Sorry guys did'nt mean it that way. Everyone should have a chance to be on the river. And I know you need to make a living also. I'v just seen some really bad decisions made out there. When I see one safety boater for 3 rafts with 6 people on them. going down dowd at 5ft Seems like we end up pulling more out than the safety boater. We're happy to help but what if we were'nt there. a 50-55 yo man would have a long swim. Thats bad decision making. You can't endanger people's life for money is all I'm saying. Chesterfield is right should have a Whistle but know how to use it right. someone just blowing it all the time does not help anything.


----------



## stiff (May 23, 2004)

Does anyone have more info on the rafting death in Shoshone on May 21? I thought that section was pretty safe.

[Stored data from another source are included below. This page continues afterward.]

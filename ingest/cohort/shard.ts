/**
 * Shards of a cohort: `--shard K/N` takes a stable 1/N share of the recordings, so N processes
 * (e.g. the tasks of a Slurm job array) together cover the cohort exactly once.
 *
 * The rule, documented for users: sort the recordings by (subject, session, recording path),
 * comparing strings by UTF-16 code units (no locale, so every machine sorts alike; a missing
 * session sorts before any session). The recording at sorted index i (from 0) belongs to shard
 * (i mod N) + 1. K counts from 1 to N. The share does not depend on the order of the cohort
 * table's rows, only on its content; shard sizes differ by at most one.
 */
import type { CohortRecording } from './types.ts';

/** A shard K of N (K from 1). */
export interface ShardSpec {
  k: number;
  n: number;
}

/** A --shard value or shard numbers that cannot be used. */
export class ShardError extends Error {
  override name = 'ShardError';
}

/** Parse "K/N" (e.g. "2/4"): integers with 1 ≤ K ≤ N. */
export function parseShard(text: string): ShardSpec {
  const m = /^\s*(\d+)\s*\/\s*(\d+)\s*$/.exec(text);
  if (!m) throw new ShardError(`invalid shard '${text}': expected K/N with 1 ≤ K ≤ N, e.g. 2/4`);
  const spec = { k: Number(m[1]), n: Number(m[2]) };
  checkShard(spec.k, spec.n, text);
  return spec;
}

/** Throws a ShardError unless k and n are integers with 1 ≤ k ≤ n. */
export function checkShard(k: number, n: number, shown = `${k}/${n}`): void {
  if (!Number.isSafeInteger(n) || n < 1) throw new ShardError(`invalid shard '${shown}': the shard count N must be a whole number ≥ 1, got ${n}`);
  if (!Number.isSafeInteger(k) || k < 1 || k > n) {
    throw new ShardError(`invalid shard '${shown}': K must be a whole number from 1 to N = ${n}, got ${k}`);
  }
}

/** Code-unit order (not locale order), missing session first. */
function compareText(a: string | null, b: string | null): number {
  if (a === b) return 0;
  if (a === null) return -1;
  if (b === null) return 1;
  return a < b ? -1 : 1;
}

/** The recordings in the documented shard order: subject, then session, then recording path. */
export function shardOrder(recordings: readonly CohortRecording[]): CohortRecording[] {
  return [...recordings].sort(
    (a, b) => compareText(a.subject, b.subject) || compareText(a.session, b.session) || compareText(a.recordingPath, b.recordingPath),
  );
}

/** Shard k of n: the recordings at sorted index i with i mod n = k − 1, in sorted order. */
export function selectShard(recordings: readonly CohortRecording[], k: number, n: number): CohortRecording[] {
  checkShard(k, n);
  return shardOrder(recordings).filter((_, i) => i % n === k - 1);
}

This was a private trip.


----------



## heliodorus04 (May 31, 2005)

I started kayaking memorial day.
I started reading mountain buzz the day after.
I'm taking my first CPR class this week.

All the talk here about safety and watching out for others has made me far more conscientious and cautious about how I view my abilities and my responsibilities.

I'm very thankful for the education from veterans I get here.


----------



## gh (Oct 13, 2003)

Hey Helio, you taking the PPWC class this Thursday and Friday? If you are see you there.


----------



## heliodorus04 (May 31, 2005)

Yes, I am. I look forward to meeting you.


----------